Paris had demanded that all licenses be reinstated or the UK would suffer the consequences, with more details to be revealed later this month.

But the Commission has taken a softer approach and wants to conduct a full investigation into the dispute before deciding whether to respond, insiders said.

Diplomats are believed to be negotiating ‘boat by boat’ with Britain to see which ones should be allowed access.

Speak with The Telegraphsaid a source: ‘Once again France is instrumentalising the EU for national interests.’

France has accused Britain of violating the post-Brexit trade deal by denying licenses to fishermen who have traditionally fished in British waters.

But London says permits have only been denied to boats where skippers were unable to provide proof of their traditional lands.

France counters, saying that such evidence was not mentioned in the agreement and that smaller fishing vessels are not equipped with the kind of technology that allows them to prove where they have sailed in the past.

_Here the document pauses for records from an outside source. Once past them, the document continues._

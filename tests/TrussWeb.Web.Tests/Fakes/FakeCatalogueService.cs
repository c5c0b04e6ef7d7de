using TrussWeb.Services.Contracts;

namespace TrussWeb.Web.Tests.Fakes;

/// <summary>ICatalogueService with one grade and one standard.</summary>
public sealed class FakeCatalogueService : ICatalogueService
{
    public Task<ServiceResult<IReadOnlyList<SectionListItem>>> ListSectionsAsync(SectionFilter filter, CancellationToken cancellationToken = default) =>
        Task.FromResult(ServiceResult<IReadOnlyList<SectionListItem>>.Ok([]));

    public Task<ServiceResult<SectionDetail>> GetSectionAsync(string designation, CancellationToken cancellationToken = default) =>
        Task.FromResult(ServiceResult<SectionDetail>.NotFound("none"));

    public Task<ServiceResult<IReadOnlyList<GradeView>>> ListGradesAsync(CancellationToken cancellationToken = default) =>
        Task.FromResult(ServiceResult<IReadOnlyList<GradeView>>.Ok([new GradeView(Guid.NewGuid(), 1, "S355JR", "SANS 50025", [new ThicknessBandView(16, 355)], 470, 200000, 77000)]));

    public Task<ServiceResult<IReadOnlyList<StandardView>>> ListStandardsAsync(CancellationToken cancellationToken = default) =>
        Task.FromResult(ServiceResult<IReadOnlyList<StandardView>>.Ok([new StandardView("SANS 10162-1", "2011", "Steel structures")]));

    public Task<ServiceResult<CatalogueImportSummary>> ImportCatalogueAsync(string fileName, string csvText, CancellationToken cancellationToken = default) =>
        Task.FromResult(ServiceResult<CatalogueImportSummary>.Forbidden("no"));

    public Task<ServiceResult<GradeView>> SaveGradeAsync(GradeInput input, CancellationToken cancellationToken = default) =>
        Task.FromResult(ServiceResult<GradeView>.Forbidden("no"));
}
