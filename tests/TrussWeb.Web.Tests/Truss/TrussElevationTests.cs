using TrussWeb.Web.Components.Truss;
using TrussWeb.Web.Tests.Support;

namespace TrussWeb.Web.Tests.Truss;

public class TrussElevationTests : TrussWebTestContext
{
    [Fact]
    public void Axial_force_view_names_the_combination_and_explains_T_and_C()
    {
        var sized = TestData.SizedTruss;
        var combination = sized.Design.Analysis.Combinations[0].Name;

        var cut = Render<TrussElevation>(p => p
            .Add(c => c.Model, sized.FinalInput.Model)
            .Add(c => c.Mode, ElevationMode.AxialForce)
            .Add(c => c.Analysis, sized.Design.Analysis)
            .Add(c => c.Combination, combination));

        Assert.Equal($"Axial force, {combination}", cut.Find("[data-testid=elevation-title]").TextContent.Trim());
        var legend = cut.Find("[data-testid=elevation-legend]").TextContent;
        Assert.Contains("T tension", legend);
        Assert.Contains("C compression", legend);
        Assert.Equal(sized.FinalInput.Model.Members.Count, cut.Instance.Data.Segments.Count);
    }

    [Fact]
    public void Member_labels_sit_above_the_top_chord_and_below_the_bottom_chord()
    {
        var data = TrussElevationData.Build(TestData.Pratt24(), ElevationMode.Geometry);

        var labels = (Plotly.Blazor.Traces.Scatter)TrussElevation.BuildTraces(data, showNodeLabels: false)[data.Segments.Count];

        for (var i = 0; i < data.Segments.Count; i++)
        {
            var expected = data.Segments[i].Role switch
            {
                Core.Model.MemberRole.TopChord => Plotly.Blazor.Traces.ScatterLib.TextPositionEnum.TopCenter,
                Core.Model.MemberRole.BottomChord => Plotly.Blazor.Traces.ScatterLib.TextPositionEnum.BottomCenter,
                _ => Plotly.Blazor.Traces.ScatterLib.TextPositionEnum.MiddleRight,
            };
            Assert.Equal(expected, labels.TextPositionArray[i]);
            Assert.Equal(data.Segments[i].Label, labels.TextArray[i]);
        }
    }
}
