using TrussWeb.Services.Contracts;

namespace TrussWeb.Web.Tests.Fakes;

/// <summary>IProjectService whose answers a test sets; records the calls it gets.</summary>
public sealed class FakeProjectService : IProjectService
{
    public List<string> Calls { get; } = [];

    public ProjectDetail? Project { get; set; }

    public List<ProjectMemberView> Members { get; } = [];

    public Func<ProjectInput, long, ServiceResult<ProjectDetail>> OnUpdate { get; set; } = (_, _) => ServiceResult<ProjectDetail>.Forbidden("not set up");

    public ProjectInput? LastUpdate { get; private set; }

    public long? LastUpdateVersion { get; private set; }

    public List<ProjectSummary> Summaries { get; } = [];

    public Task<ServiceResult<IReadOnlyList<ProjectSummary>>> ListMyProjectsAsync(CancellationToken cancellationToken = default) =>
        Task.FromResult(ServiceResult<IReadOnlyList<ProjectSummary>>.Ok(Summaries));

    public Task<ServiceResult<ProjectDetail>> GetAsync(Guid projectId, CancellationToken cancellationToken = default)
    {
        Calls.Add(nameof(GetAsync));
        return Task.FromResult(Project is not null && Project.Id == projectId ? ServiceResult<ProjectDetail>.Ok(Project) : ServiceResult<ProjectDetail>.NotFound("No such project."));
    }

    public Task<ServiceResult<ProjectDetail>> CreateAsync(ProjectInput input, CancellationToken cancellationToken = default) =>
        Task.FromResult(ServiceResult<ProjectDetail>.Forbidden("not set up"));

    public Task<ServiceResult<ProjectDetail>> UpdateSettingsAsync(Guid projectId, ProjectInput input, long version, CancellationToken cancellationToken = default)
    {
        Calls.Add(nameof(UpdateSettingsAsync));
        LastUpdate = input;
        LastUpdateVersion = version;
        return Task.FromResult(OnUpdate(input, version));
    }

    public Task<ServiceResult<IReadOnlyList<ProjectMemberView>>> GetMembersAsync(Guid projectId, CancellationToken cancellationToken = default) =>
        Task.FromResult(ServiceResult<IReadOnlyList<ProjectMemberView>>.Ok(Members));

    public Task<ServiceResult<IReadOnlyList<UserPick>>> ListCandidateMembersAsync(Guid projectId, CancellationToken cancellationToken = default) =>
        Task.FromResult(ServiceResult<IReadOnlyList<UserPick>>.Ok([]));

    public Task<ServiceResult<ProjectMemberView>> AddMemberAsync(Guid projectId, AddProjectMemberInput input, CancellationToken cancellationToken = default) =>
        Task.FromResult(ServiceResult<ProjectMemberView>.Forbidden("not set up"));

    public Task<ServiceResult<Done>> RemoveMemberAsync(Guid projectId, RowRef membership, CancellationToken cancellationToken = default) =>
        Task.FromResult(ServiceResult<Done>.Forbidden("not set up"));
}
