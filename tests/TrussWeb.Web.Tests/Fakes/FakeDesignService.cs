using TrussWeb.Services.Contracts;

namespace TrussWeb.Web.Tests.Fakes;

/// <summary>IDesignService for the sizing tests: a proposal the test sets, and a record of accept/discard calls.</summary>
public sealed class FakeDesignService : IDesignService
{
    public SizingProposal? Proposal { get; set; }

    public IReadOnlyList<SizingProgress> ProgressToReport { get; set; } = [];

    public List<SizingProposal> Accepted { get; } = [];

    public List<SizingProposal> Discarded { get; } = [];

    public TrussDesignView? DesignAfterAccept { get; set; }

    public Task<ServiceResult<TrussDesignView>> DesignTrussAsync(Guid trussId, CancellationToken cancellationToken = default) =>
        Task.FromResult(ServiceResult<TrussDesignView>.Forbidden("not set up"));

    public TrussDesignView? StoredDesign { get; set; }

    public Task<ServiceResult<TrussDesignView>> GetTrussDesignAsync(Guid trussId, CancellationToken cancellationToken = default) =>
        Task.FromResult(StoredDesign is null ? ServiceResult<TrussDesignView>.NotFound("not set up") : ServiceResult<TrussDesignView>.Ok(StoredDesign));

    public Task<ServiceResult<MemberDesignDetail>> GetMemberDesignAsync(Guid trussId, Guid memberId, CancellationToken cancellationToken = default) =>
        Task.FromResult(ServiceResult<MemberDesignDetail>.NotFound("not set up"));

    public Task<ServiceResult<SizingProposal>> ProposeSizingAsync(Guid trussId, IProgress<SizingProgress>? progress = null, CancellationToken cancellationToken = default)
    {
        foreach (var p in ProgressToReport)
        {
            progress?.Report(p);
        }

        return Task.FromResult(Proposal is null ? ServiceResult<SizingProposal>.NotFound("no truss") : ServiceResult<SizingProposal>.Ok(Proposal));
    }

    public Task<ServiceResult<TrussDesignView>> AcceptSizingAsync(SizingProposal proposal, CancellationToken cancellationToken = default)
    {
        Accepted.Add(proposal);
        return Task.FromResult(DesignAfterAccept is null ? ServiceResult<TrussDesignView>.Forbidden("not set up") : ServiceResult<TrussDesignView>.Ok(DesignAfterAccept));
    }

    public Task<ServiceResult<Done>> DiscardSizingAsync(SizingProposal proposal, CancellationToken cancellationToken = default)
    {
        Discarded.Add(proposal);
        return Task.FromResult(ServiceResult<Done>.Ok(default));
    }

    public Task<ServiceResult<MemberDesignDetail>> UpdateMemberDesignAsync(Guid trussId, Guid memberId, MemberDesignInput input, CancellationToken cancellationToken = default) =>
        Task.FromResult(ServiceResult<MemberDesignDetail>.Forbidden("not set up"));
}
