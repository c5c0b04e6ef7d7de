using TrussWeb.Core.Loads;
using TrussWeb.Services.Contracts;

namespace TrussWeb.Web.Tests.Fakes;

/// <summary>ITrussService whose node and action saves a test answers; records the inputs.</summary>
public sealed class FakeTrussService : ITrussService
{
    public Func<NodeTableInput, ServiceResult<TrussDetail>> OnSaveNodes { get; set; } = _ => ServiceResult<TrussDetail>.Forbidden("not set up");

    public Func<ActionsInput, ServiceResult<TrussDetail>> OnSaveActions { get; set; } = _ => ServiceResult<TrussDetail>.Forbidden("not set up");

    public List<NodeTableInput> NodeSaves { get; } = [];

    public List<ActionsInput> ActionSaves { get; } = [];

    private static Task<ServiceResult<TrussDetail>> No() => Task.FromResult(ServiceResult<TrussDetail>.Forbidden("not set up"));

    public Task<ServiceResult<TrussDetail>> CreateFromGeneratorAsync(Guid projectId, TrussGeneratorInput input, CancellationToken cancellationToken = default) => No();

    public TrussDetail? Truss { get; set; }

    public Task<ServiceResult<TrussDetail>> GetAsync(Guid trussId, CancellationToken cancellationToken = default) =>
        Task.FromResult(Truss is not null && Truss.Id == trussId ? ServiceResult<TrussDetail>.Ok(Truss) : ServiceResult<TrussDetail>.NotFound("No such truss."));

    public Task<ServiceResult<TrussDetail>> SaveSettingsAsync(Guid trussId, TrussSettingsInput input, CancellationToken cancellationToken = default) => No();

    public Task<ServiceResult<TrussDetail>> SaveNodesAsync(Guid trussId, NodeTableInput input, CancellationToken cancellationToken = default)
    {
        NodeSaves.Add(input);
        return Task.FromResult(OnSaveNodes(input));
    }

    public Task<ServiceResult<TrussDetail>> SaveMembersAsync(Guid trussId, MemberTableInput input, CancellationToken cancellationToken = default) => No();

    public Task<ServiceResult<TrussDetail>> SaveSupportsAsync(Guid trussId, IReadOnlyList<SupportRow> rows, CancellationToken cancellationToken = default) => No();

    public Task<ServiceResult<TrussDetail>> SaveRestraintsAsync(Guid trussId, IReadOnlyList<RestraintRow> rows, CancellationToken cancellationToken = default) => No();

    public Task<ServiceResult<TrussDetail>> SaveGroupsAsync(Guid trussId, GroupTableInput input, CancellationToken cancellationToken = default) => No();

    public Task<ServiceResult<TrussDetail>> SaveActionsAsync(Guid trussId, ActionsInput input, CancellationToken cancellationToken = default)
    {
        ActionSaves.Add(input);
        return Task.FromResult(OnSaveActions(input));
    }

    public Task<ServiceResult<TrussDetail>> SaveCombinationsAsync(Guid trussId, CombinationTableInput input, CancellationToken cancellationToken = default) => No();

    public Task<ServiceResult<TrussDetail>> ResetCombinationsAsync(Guid trussId, CombinationStandard preset, IReadOnlyList<RowRef> loaded, CancellationToken cancellationToken = default) => No();
}
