def print_calibration(cal: dict, out, weight_kind=None) -> None:
    """Lack of fit against pure error and the detection limits, each with its method."""
    lof = cal.get("lack_of_fit")
    if lof is not None:
        verdict = ("the curve misses a trend the replicates resolve" if lof["p_value"] < 0.01
                   else "no lack of fit detected at the 1% level")
        pe = lof["pure_error_sd"]
        floor = {None: f"pure-error SD {pe:.6g} (the noise floor for the CV RMSE)",
                 "none": f"pure-error SD {pe:.6g} (the noise floor for the CV RMSE)",
                 "relative": f"pure-error SD {pe:.6g} per unit weight",
                 "uncertainty": f"pure-error scatter {pe:.4g} times the stated uncertainties (near 1: as stated)"}
        print(f"lack of fit: F = {lof['F']:.6g} on ({lof['df_lack']:.4g}, {lof['df_pure']}) df, p = {lof['p_value']:.3g}: "
              f"{verdict}; {floor.get(weight_kind, floor[None])}", file=out)
    lim = cal.get("limits")
    if lim is None:
        return
    ich, hv = lim.get("ich_q2"), lim.get("hubaux_vos")
    if ich is not None:
        print(f"limits (ICH Q2(R2): 3.3 and 10 sigma / S with sigma {ich['sigma']:.6g}, the {ich['sigma_from']}, "
              f"and S {ich['slope']:.6g}, the slope at 0): detection {ich['detection_limit']:.6g}, "
              f"quantitation {ich['quantitation_limit']:.6g}", file=out)
    if hv is not None:
        xd = "beyond the calibrated range" if hv["detection_limit_x"] is None else f"{hv['detection_limit_x']:.6g}"
        xc = "-" if hv["decision_limit_x"] is None else f"{hv['decision_limit_x']:.6g}"
        print(f"limits (Hubaux & Vos, alpha = beta = {hv['alpha']:g}): decision level y_C {hv['decision_level_y']:.6g} "
              f"(x_C {xc}), detection limit x_D {xd}", file=out)
    if lim.get("note") and hv is not None:
        print(f"limits: {lim['note']}", file=out)


def warn_power_form(pf: dict) -> None:
    """Warn (stderr) when the raw-x power form keeps fewer than 10 significant digits over the data."""
    from core.choice_build import POWER_DIGITS_WARN

    if pf["digits"] < POWER_DIGITS_WARN:
        c = pf["centred"]
        print(f"warning: the raw-x power coefficients keep only {pf['digits']:.1f} significant digits of the curve "
              f"over the data range (evaluated in double precision); use the stable form, or the centred form "
              f"in ((x - {c['center']:.10g}) / {c['scale']:.10g})^k (keeps {c['digits']:.1f} digits; it is in "
              "the choice file).", file=sys.stderr)


def _save_stats(args, t, s, out):
    """The sufficient statistics that `curvewright open --stats` explores without the rows."""
    from core.statsfile import save_stats

    meta = {"x_column": getattr(t, "x_name", None) or t.x.name, "y_column": getattr(t, "y_name", None) or t.y.name,
            "file": Path(t.path).name if not str(t.path).endswith("files)") else t.path,
            "columns_sha256": t.columns_sha256}
    save_stats(args.save_stats, s.engine, meta, force=args.force)
    print(f"saved statistics -> {args.save_stats}", file=out)
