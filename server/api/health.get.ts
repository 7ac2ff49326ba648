/**
 * GET /api/health — public liveness check that also proves the database answers. Public (load
 * balancers and API clients call it before signing in; it also hands out the CSRF cookie) and fast: a
 * database that does not answer within two seconds counts as down, so a probe never hangs.
 */
import { sql } from 'kysely'

const DB_TIMEOUT_MS = 2000

export default defineEventHandler(async (event) => {
  setResponseHeader(event, 'cache-control', 'no-store')
  let timer: ReturnType<typeof setTimeout> | undefined
  try {
    await Promise.race([
      sql`SELECT 1`.execute(useDb()),
      new Promise((_, reject) => { timer = setTimeout(() => reject(new Error('timeout')), DB_TIMEOUT_MS) }),
    ])
    return { ok: true, database: 'up' }
  } catch {
    setResponseStatus(event, 503)
    return { ok: false, database: 'down' }
  } finally {
    clearTimeout(timer)
  }
})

The issue sparked a stalemate in the waters off Jersey earlier this year when French seas minister Annick Giradin threatened to cut off electricity to the island.

The fighting was renewed last week when Britain granted 12 licenses to a fleet of 47 boats that had applied to fish in an area six to 12 nautical miles off the British coast.

The issue is particularly important to Emmanuel Macron at the moment as he heads for an election he risks losing to challengers from the far right.

Fishing is only a small part of the economies of both the UK and France, but is seen as a symbolic issue for two nations that once conquered large parts of the world thanks to their maritime prowess.

France has threatened to proceed with a package of ‘retaliatory’ measures to be unveiled later this month if the problem is not resolved.

Little is known about the measures being considered, but Jean-Pierre Pont – a MP for Macron’s En Marche party – has suggested it should include a threat to break a key migration pact, the Touquet Treaty.

The 2003 agreement effectively extended the British border into French soil, allowing it to set up checkpoints to stop migrants before they reach the UK, where they can apply for asylum.

Breaking the agreement would mean significantly more migrants landing on British shores.

If firm action is not taken, Mr Pont warned, outraged fishermen will take the law into their own hands by blocking British ports and the Channel Tunnel.

An MP has proposed tearing up a migration treaty with the UK, meaning asylum seekers on French soil could be stopped (pictured) unless more permits are granted

An MP has proposed tearing up a migration treaty with the UK, meaning asylum seekers on French soil could be stopped (pictured) unless more permits are granted

An MP has proposed tearing up a migration treaty with the UK, meaning asylum seekers on French soil could be stopped (pictured) unless more permits are granted

Olivier Lepretre, head of Northern France’s powerful fisheries commission, said: “If the negotiations fail, we will prevent all French and European products from reaching the UK and all British products not reaching Europe.”

‘Unless Boris’ [Johnson] declines, the British won’t have so much goodies to eat this Christmas. I hope it doesn’t come to that.’

On Thursday, he said London has only “two weeks” to take action or the blockade would begin.

Britain and France have already clashed in recent months over an agreement with Australian submarines, the EU’s attempt to block life-saving jabs in the UK and the Northern Ireland protocol.

Former Minister Theresa Villiers said: ‘This is an unacceptable attempt at bullying. Ministers must be firm.’

Senior Tory MP David Jones urged Macron to “water down the rhetoric” adding: “Recourse to gangsterism, which in fact this is, can never be justified.”

French Foreign Minister Jean-Yves Le Drian said the differences with Britain were widening and that it was up to London to come up with ideas to improve relations. “The ball is in their court,” he added.